Ford CEO warns US of workforce crisis: “We have 5,000 skilled technician jobs unfilled, even with a 0,000 salary.” | Business – The Times of India

Ford CEO warns US of workforce crisis: “We have 5,000 skilled technician jobs unfilled, even with a $120,000 salary.” | Business – The Times of India

4 minutes, 58 seconds Read

Ford Motor Company CEO Jim Farley has issued one of his starkest warnings yet about the future of America’s job market. He reveals that the company is struggling to fill 5,000 skilled technician positions, despite offering salaries of around $120,000. Farley called it a “serious problem” for the country and said the shortage of skilled workers is no longer a problem for the sector. It is a national crisis that threatens manufacturing, emergency services and the trade that keeps the American economy going.

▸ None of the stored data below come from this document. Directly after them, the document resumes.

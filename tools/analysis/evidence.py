"""Where each regime threshold falls among the members of a summary table.

``shearmix regimes evidence SUMMARY.csv`` (the ``summary.csv`` of
``shearmix sweep summarize``, or the ``--csv`` of ``shearmix summary``): for
every field of :class:`~shearmix.tools.analysis.regimes.RegimeThresholds`,
the members' values of the number it is compared with, in increasing order,
each with the member's label, a line where the threshold lies, and the
interval of threshold values that would split the members the same way.
This is the evidence a campaign gives for placing a threshold
(docs/analysis.md#regimes).

A rule alone decides the split shown; the label beside each value is the one
in the table, which also depends on the rules before it (a run with
``viscous_ratio`` below its threshold is ``viscous_layers`` whatever its
``eta``).
"""
from __future__ import annotations

import csv
import math

from shearmix.tools.analysis.regimes import RegimeThresholds

__all__ = ["read_table", "threshold_evidence", "format_evidence"]


def _float(text):
    try:
        v = float(text)
    except (TypeError, ValueError):
        return float("nan")
    return v


def read_table(path):
    """Rows of a summary CSV as dicts of strings; ValueError (one line) for a bad file."""
    try:
        with open(path, newline="") as fh:
            rows = list(csv.DictReader(fh))
    except UnicodeDecodeError:
        raise ValueError(f"{path}: not a text CSV table") from None
    if not rows:
        raise ValueError(f"{path}: no rows (expected a summary table from 'shearmix sweep summarize')")
    if "regime" not in rows[0]:
        raise ValueError(f"{path}: no 'regime' column; not a summary table")
    return rows


def _fires(x, op, th):
    return {"<": x < th, "<=": x <= th, ">": x > th, ">=": x >= th}[op]


def threshold_evidence(rows, thresholds=None):
    """One entry per threshold: its value, rule, the members' values and the split.

    Parameters
    ----------
    rows : list of mapping
        Summary rows (strings or numbers); the member is named by ``member``
        (sweep tables) or ``run``.
    thresholds : RegimeThresholds, optional

    Returns
    -------
    list of dict
        ``name``, ``value``, ``number``, ``op``, ``label``, ``doc``,
        ``points`` (list of ``(member, BPe, x, regime, fires)`` sorted by
        ``x``), ``missing`` (members without a finite ``x``), ``interval``
        (``(lo, hi, lo_closed, hi_closed)`` of threshold values giving the same
        split, ``None`` without points), ``present`` (the column exists).
    """
    th = thresholds or RegimeThresholds()
    out = []
    for name, number, op, label, doc in th.rules():
        value = getattr(th, name)
        present = any(number in r for r in rows)
        pts, missing = [], []
        for r in rows:
            who = r.get("member") or r.get("run") or "?"
            x = _float(r.get(number))
            if math.isfinite(x):
                pts.append((who, _float(r.get("BPe")), x, r.get("regime", ""), _fires(x, op, value)))
            else:
                missing.append(who)
        pts.sort(key=lambda p: p[2])
        interval = None
        if pts:
            low_side = [p[2] for p in pts if _fires(p[2], op, value) == (op in ("<", "<="))]
            high_side = [p[2] for p in pts if _fires(p[2], op, value) != (op in ("<", "<="))]
            # thresholds are >= 0, so with no member below the interval starts at 0
            lo = max(low_side) if low_side else 0.0
            hi = min(high_side) if high_side else math.inf
            # "<" and ">=" put a tie above the threshold; ">" and "<=" below it
            above_ties = op in ("<", ">=")
            interval = (lo, hi, not above_ties or not low_side, above_ties and bool(high_side))
        out.append({"name": name, "value": value, "number": number, "op": op, "label": label,
                    "doc": doc, "points": pts, "missing": missing, "interval": interval,
                    "present": present})
    return out


def _g(x):
    return f"{x:.4g}" if math.isfinite(x) else ("-inf" if x < 0 else "inf") if x == x else "-"


def _interval_text(e):
    lo, hi, lo_closed, hi_closed = e["interval"]
    return (f"{'[' if lo_closed else '('}{_g(lo)}, {_g(hi)}{']' if hi_closed else ')'}")


def format_evidence(entries, markdown=False):
    """Text (or Markdown) of :func:`threshold_evidence` entries."""
    lines = []
    for e in entries:
        head = f"{e['name']} = {e['value']:g}: {e['label']} when {e['number']} {e['op']} {e['value']:g}"
        lines.append(f"### {head}" if markdown else head)
        lines.append(("" if markdown else "  ") + e["doc"])
        if markdown:
            lines.append("")
        if not e["present"]:
            lines.append(("" if markdown else "  ")
                         + f"column '{e['number']}' not in the table (written before it existed)")
            lines.append("")
            continue
        if markdown:
            lines += [f"| member | BPe | {e['number']} | regime |", "|---|---|---|---|"]
        else:
            lines.append(f"  {'member':16s} {'BPe':>8s} {e['number']:>15s}  regime")
        marked = False
        low_first = e["op"] in ("<", "<=")
        for who, bpe, x, regime, fires in e["points"]:
            on_high_side = fires != low_first
            if on_high_side and not marked:
                lines.append(_marker(e, markdown))
                marked = True
            lines.append(f"| {who} | {_g(bpe)} | {_g(x)} | {regime} |" if markdown else
                         f"  {who:16s} {_g(bpe):>8s} {_g(x):>15s}  {regime}")
        if not marked:
            lines.append(_marker(e, markdown))
        if markdown:
            lines.append("")
        pre = "" if markdown else "  "
        if e["interval"] is not None:
            fired = sum(p[4] for p in e["points"])
            lines.append(f"{pre}{fired} of {len(e['points'])} members satisfy {e['number']} {e['op']} "
                         f"{e['value']:g}; any {e['name']} in {_interval_text(e)} splits them the same way")
        else:
            lines.append(f"{pre}no member has a finite {e['number']}")
        if e["missing"]:
            lines.append(f"{pre}without a finite {e['number']}: {', '.join(e['missing'])}")
        lines.append("")
    return "\n".join(lines).rstrip() + "\n"


def _marker(e, markdown):
    text = f"{e['name']} = {e['value']:g}"
    return f"| **{text}** | | | |" if markdown else f"  {('-- ' + text + ' '):-<48s}"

Ford’s CEO highlights the widening gap between open positions and available talent

Farley shared the numbers during an appearance on the Office Hours: Business Edition podcast and said Ford isn’t alone in the fight. More than a million skilled and manual labor jobs remain vacant in the U.S., including jobs in emergency response, trucking, plumbing, electrical, manufacturing and factory operations.“We are in trouble in our country,” Farley warned, noting that many of these jobs are the backbone of American industry. Despite competitive pay, including six-figure packages at Ford, the talent pipeline is simply not keeping pace with demand.Recent federal data backs him up. As of August, more than 400,000 manufacturing jobs were open nationwide, while unemployment rose to 4.3 percent. This is a sign that the labor market gap is not caused by job shortages, but by a dramatic decline in the supply of skilled workers.

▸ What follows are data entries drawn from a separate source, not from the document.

"""The safety cautions that travel with every design handed to a person.

One place for the words: the terminal table and the design JSON carry
:data:`CAUTION`, the report opens with :data:`CAUTIONS`; the coming exports
(C, Structured Text) and written requirement files take theirs from here.
"""

from __future__ import annotations

__all__ = ["CAUTION", "CAUTIONS"]

#: One paragraph: the terminal's last word and the design JSON's ``caution``.
CAUTION = ("These designs rest on a linear model. Verify them against actuator saturation, "
           "delays, sampling and nonlinearity, commission with reduced gains and hardware "
           "limits in place, and follow local codes, functional-safety standards and licensed "
           "engineering practice.")

#: The same, point by point, at the top of every report.
CAUTIONS = (
    "Every design here comes from a linear model of the plant. The real machine is not that "
    "model.",
    "Before any design goes near hardware, verify it against a model with actuator saturation, "
    "measurement and computation delay, and the plant's nonlinearities.",
    "Commission with reduced gains first, with hardware limits (current, travel, speed, "
    "temperature) and an independent way to stop the machine in place.",
    "Follow local codes, the functional-safety standards that apply to the machine, and licensed "
    "engineering practice; this report does not replace them.",
)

The consequences of shrinking business education

One of the biggest problems, Farley argues, is the collapse of trade-based education and apprenticeships. He emphasized that becoming a top mechanic or technician, for example someone who can remove a diesel engine from a Ford Super Duty truck, requires years of training and hands-on experience.“We don’t have trade schools,” said Farley, who criticized decades of underinvestment in vocational education. “We are not educating the next generation of people like my grandfather, who built a middle-class life.”His reference is personal. Farley’s own grandfather was employee No. 389 at Ford and worked on the Model T, a reminder of how factory and trade work once propelled millions of people to a stable livelihood.

What companies like Ford are doing to retain employees

Farley noted that Ford has already taken major steps to make its jobs more attractive. The company eliminated the lowest level in its pay structure and agreed to a 25 percent pay increase over four years as part of its contract with United Auto Workers in 2023.But even with better wages and benefits, skilled trades positions remain among the hardest to fill in America, a sign, Farley says, that the issue is structural, not just financial.

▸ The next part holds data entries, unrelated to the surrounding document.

class _Row:
    """One loop and one experiment on the fixed grid ``t_k = k h``.

    The state ``s_k = [z_k, u_k, 1]`` (joint linear state, actuator output,
    a constant) moves by an affine map that depends only on the actuator's
    mode over the step (:data:`_MODES`), plus, with a dead time, the delayed
    plant input, which is known ``m`` steps ahead.  A block of up to
    :data:`BLOCK` steps in one mode is one matrix product with precomputed
    powers; the first step whose own mode differs (``u = clip(v*, L, H)``
    decides it) ends the block and starts the next one in that mode.  When a
    dead time spans fewer than :data:`DELAY_BLOCK` steps, the state past step
    ``m`` also carries the last ``m`` actuator outputs (the delay line,
    :meth:`_register_mode`), so a block may span many dead times.  The
    instance is the simulation's scratch space, used by one call only.
    """

    def __init__(self, sysm: _System, hold, h: float, m: int, lo: float, hi: float,
                 rate: float | None, r0: float, d0: float, k_cap: int):
        n = sysm.A.shape[0]
        self.n, self.m, self.d0 = n, m, d0
        self.lo, self.hi = lo, hi
        self.rh = math.inf if rate is None else rate * h
        # the system was built for a unit reference: the reference enters linearly
        Phi, G0, G1 = hold
        G0, G1 = G0.copy(), G1.copy()
        G0[:, 2] *= r0
        G1[:, 2] *= r0
        sysm = dataclasses.replace(sysm, dv_1=sysm.dv_1 * r0)
        if m:
            g0, g1 = G0[:, 0], G1[:, 0]
            gc = G0[:, 2] + G1[:, 2]
            const_v = sysm.dv_1
        else:
            # without dead time the plant input is u + d0 at every instant
            g0, g1 = G0[:, 0] + G0[:, 1], G1[:, 0] + G1[:, 1]
            gc = G0[:, 2] + G1[:, 2] + (G0[:, 1] + G1[:, 1]) * d0
            const_v = sysm.dv_1 + sysm.dv_p * d0
        beta = float(sysm.cv @ g1) + (0.0 if m else sysm.dv_p)
        self.ill_posed = not 1.0 - beta > 0.0
        gain = 1.0 if self.ill_posed else 1.0 / (1.0 - beta)
        # v*_{k+1} = alpha . s_k + rho . pi_k ;  pi_k = [p_start, p_end, p_right(k+1)]
        self.alpha = gain * np.concatenate([sysm.cv @ Phi, [sysm.cv @ g0, sysm.cv @ gc + const_v]])
        self.rho = gain * np.array([sysm.cv @ G0[:, 1], sysm.cv @ G1[:, 1], sysm.dv_p]) if m \
            else np.zeros(3)
        self.Phi, self.g0, self.g1, self.gc = Phi, g0, g1, gc
        self.Ep = np.stack([G0[:, 1], G1[:, 1]], axis=1) if m else np.zeros((n, 2))
        self.cy, self.dy = sysm.cy, sysm.dy
        self.dv_1, self.dv_p = sysm.dv_1, sysm.dv_p
        self._modes: dict[str, tuple] = {}
        self._maps: dict[str, tuple] = {}
        self._registers: dict[str, tuple] = {}
        self.S = np.zeros((k_cap + 1, n + 2))    # s_k
        self.S[:, n + 1] = 1.0
        self.V = np.zeros(k_cap + 1)             # v*_k, the controller's unlimited output
        self.limited = np.zeros(k_cap + 1, dtype=bool)   # u_k != v*_k (the actuator's mode)
        self.k = 0

    # -- the affine map of each mode ---------------------------------------------------------
    def _mode(self, name: str):
        """``(powers F^1..F^L, convolution matrix or None)`` of a mode, built on first use."""
        if name in self._modes:
            return self._modes[name]
        n = self.n
        F = np.zeros((n + 2, n + 2))
        E = np.zeros((n + 2, 3))
        F[:n, :n] = self.Phi
        F[:n, n] = self.g0
        F[:n, n + 1] = self.gc
        F[n + 1, n + 1] = 1.0
        E[:n, :2] = self.Ep
        if name == "free":
            F[:n] += np.outer(self.g1, self.alpha)
            F[n] = self.alpha
            E[:n] += np.outer(self.g1, self.rho)
            E[n] = self.rho
        elif name in ("high", "low"):
            c = self.hi if name == "high" else self.lo
            F[:n, n + 1] += self.g1 * c
            F[n, n + 1] = c
        else:
            step = self.rh if name == "up" else -self.rh
            F[:n, n] += self.g1
            F[:n, n + 1] += self.g1 * step
            F[n, n] = 1.0
            F[n, n + 1] = step
        self._maps[name] = (F, E)
        L = min(DELAY_BLOCK, self.m) if self.m else BLOCK
        powers = _powers(F, L)
        conv = None
        if self.m:
            # s_{k+j} gets sum_{i<j} F^(j-1-i) E pi_{k+i}: a block-Toeplitz matrix on the pi's
            PE = powers[:L] @ E                                   # (L, n+2, 3)
            conv = np.zeros((L, n + 2, L, 3))
            for j in range(1, L + 1):
                conv[j - 1, :, :j, :] = PE[j - 1::-1].transpose(1, 0, 2)
            conv = conv.reshape(L * (n + 2), L * 3)
        self._modes[name] = (powers[1:], conv)
        return self._modes[name]

    def _register_mode(self, name: str):
        """``(powers, a)`` of a mode on the state with the delay line, ``[s, u_{k-1} .. u_{k-m}]``.

        With fewer than :data:`DELAY_BLOCK` steps per dead time, the delayed
        input is known only a few steps ahead; past step ``m`` it is the
        actuator's own output ``m`` steps back, so the state carries those
        ``m`` values and a block spans many dead times.  ``a`` gives ``v*`` at
        the next step from the state.
        """
        if name in self._registers:
            return self._registers[name]
        self._mode(name)
        F, E = self._maps[name]
        n, m, d0 = self.n, self.m, self.d0
        D = n + 2 + m
        reg = n + 2                                   # index of u_{k-1}; u_{k-i} at reg + i - 1
        late = n if m == 1 else reg + m - 2           # u_{k+1-m}: the plant input's end value
        Fa = np.zeros((D, D))
        Fa[:n + 2, :n + 2] = F
        Fa[:n + 2, n + 1] += E @ np.full(3, d0)
        Fa[:n + 2, reg + m - 1] += E[:, 0]
        Fa[:n + 2, late] += E[:, 1] + E[:, 2]
        Fa[reg, n] = 1.0
        for i in range(1, m):
            Fa[reg + i, reg + i - 1] = 1.0
        a = np.zeros(D)
        a[:n + 2] = self.alpha
        a[n + 1] += float(self.rho.sum()) * d0
        a[reg + m - 1] += self.rho[0]
        a[late] += self.rho[1] + self.rho[2]
        # a block as long as memory allows (about 2 MB of powers), 64 to 256 steps
        L = int(min(BLOCK, max(DELAY_BLOCK, (1 << 18) // (D * D))))
        self._registers[name] = (_powers(Fa, L)[1:], a)
        return self._registers[name]

    def _forcing(self, k0: int, L: int) -> np.ndarray:
        """``pi_k`` for k0 <= k < k0 + L: the delayed plant input, known ``m`` steps ahead.

        ``[p(t_k+), p(t_k+1 -), p(t_k+1 +)]`` with ``p(t) = u(t - T) + d0`` for
        ``t > T`` and 0 before: the left and right limits differ only at ``t = T``.
        """
        n, m, d0 = self.n, self.m, self.d0
        j0 = k0 - m
        out = np.empty((L, 3))
        if j0 >= 0:   # the usual case: all of it behind the delay, no limit to tell apart
            q = self.S[j0:j0 + L + 1, n] + d0
            out[:, 0] = q[:L]
            out[:, 1] = out[:, 2] = q[1:]
            return out
        # q_j = u_j + d0 for j in [j0, j0 + L], zero for j < 0
        j = np.arange(j0, j0 + L + 1)
        q = np.zeros(L + 1)
        ok = j >= 0
        q[ok] = self.S[j[ok], n] + d0
        out[:, 0] = q[:L]
        out[:, 2] = q[1:]
        out[:, 1] = np.where(j[1:] >= 1, q[1:], 0.0)
        return out

    def _label(self, vstar, u) -> np.ndarray:
        """The mode (index into :data:`_MODES`) ``u' = clip(v*, L, H)`` picks at each step."""
        lo, hi, rh = self.lo, self.hi, self.rh
        if rh == math.inf:
            return (vstar > hi) * 1 + (vstar < lo) * 2
        up = u + rh
        down = u - rh
        out = np.where(vstar > np.minimum(hi, up), np.where(up >= hi, 1, 3), 0)
        return np.where(vstar < np.maximum(lo, down), np.where(down <= lo, 2, 4), out)

    def _label_one(self, vstar: float, u: float) -> int:
        """:meth:`_label` of one step, in plain floats."""
        up, down = u + self.rh, u - self.rh
        if vstar > min(self.hi, up):
            return 1 if up >= self.hi else 3
        if vstar < max(self.lo, down):
            return 2 if down <= self.lo else 4
        return 0

    def start(self) -> None:
        """The actuator at t = 0+, from the zero state (a rate-limited one cannot jump)."""
        n = self.n
        if self.m:
            v0 = self.dv_1                     # the plant input is still 0 behind the delay
        else:
            # v = dv_1 + dv_p (u + d0) with u = v: the loop's algebraic part at t = 0+
            q = 1.0 - self.dv_p
            v0 = (self.dv_1 + self.dv_p * self.d0) / q if q > 0 else self.dv_1
        self.V[0] = v0
        self.S[0, n] = 0.0 if self.rh != math.inf else min(max(v0, self.lo), self.hi)
        self.limited[0] = self.S[0, n] != v0

    def run(self, k_end: int) -> None:
        """Advance from the current step to ``k_end``."""
        n, m = self.n, self.m
        alpha, rho = self.alpha, self.rho
        k = self.k
        while k < k_end:
            if m and m < DELAY_BLOCK and k >= m:
                k = self._register_block(k, k_end)
                continue
            s = self.S[k]
            if m:
                Lmax = min(DELAY_BLOCK, m - k) if m < DELAY_BLOCK else DELAY_BLOCK
                Pi = self._forcing(k, Lmax)
                v_next = float(alpha @ s + rho @ Pi[0])
            else:
                v_next = float(alpha @ s)
            mode = self._label_one(v_next, float(s[n]))
            powers, conv = self._mode(_MODES[mode])
            L = min(powers.shape[0], k_end - k)
            block = powers[:L] @ s
            if m:
                L = min(L, Lmax)
                block = block[:L] + (conv @ np.pad(Pi, ((0, conv.shape[1] // 3 - Lmax), (0, 0)))
                                     .ravel()).reshape(-1, n + 2)[:L]
                vstar = block[:-1] @ alpha + Pi[1:L] @ rho
            else:
                vstar = block[:-1] @ alpha
            k = self._accept(k, mode, v_next, block, vstar)
        self.k = k

    def _accept(self, k: int, mode: int, v_next: float, block, vstar) -> int:
        """Keep the block's steps up to the first whose own mode differs; the new step index.

        The first step that differs ends the block: its state is right (the
        step before it was in the block's mode), and the next block starts
        from it in its own mode.
        """
        n = self.n
        wrong = np.flatnonzero(self._label(vstar, block[:-1, n]) != mode)
        take = block.shape[0] if wrong.size == 0 else int(wrong[0]) + 1
        self.S[k + 1:k + 1 + take] = block[:take, :n + 2]
        self.V[k + 1] = v_next
        self.V[k + 2:k + 1 + take] = vstar[:take - 1]
        self.limited[k + 1:k + 1 + take] = mode != 0
        return k + take

    def _register_block(self, k: int, k_end: int) -> int:
        """One block on the state with the delay line (:meth:`_register_mode`), from step k >= m."""
        n, m = self.n, self.m
        sigma = np.concatenate([self.S[k], self.S[k - 1::-1, n][:m] if k >= 1 else []])
        # the mode of the step from k, then the block in it
        a0 = self._register_mode("free")[1]
        v_next = float(a0 @ sigma)
        mode = self._label_one(v_next, float(sigma[n]))
        powers, a = self._register_mode(_MODES[mode])
        L = min(powers.shape[0], k_end - k)
        full = powers[:L] @ sigma
        vstar = full[:-1] @ a
        return self._accept(k, mode, v_next, full, vstar)

    def outputs(self, steps: int):
        """``(y, u, v, limited)`` at steps ``0..steps-1``."""
        n = self.n
        u = self.S[:steps, n]
        if self.m:
            j = np.arange(steps) - self.m
            p = np.where(j >= 0, u[np.maximum(j, 0)] + self.d0, 0.0)
        else:
            p = u + self.d0
        y = self.S[:steps, :n] @ self.cy + self.dy * p
        return y, u, self.V[:steps], self.limited[:steps]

A generational change and one silver lining

Interestingly, Farley suggested that younger Americans could be the key to solving the crisis. After years of declining interest in trade jobs, Generation Z is now pushing back against the traditional university-only path. Last year, trade school enrollment rose 16 percent, the highest since tracking began in 2018.The increase reflects growing frustration with student debt and a renewed realization that skilled jobs can offer stability, mobility and strong salaries, often without a four-year degree.But while this trend is encouraging, Farley cautioned that it may not be enough to quickly close the employment gap. Skilled professions require long training paths, and decades of underinvestment mean it will take years to rebuild the pipeline.Farley’s warning is blunt. Without rapid reinvestment in education, apprenticeships and career paths, the US risks choking its own economic engine. From repairing vehicles and maintaining infrastructure to keeping factories running, trade remains essential and the shortage is becoming too big to ignore.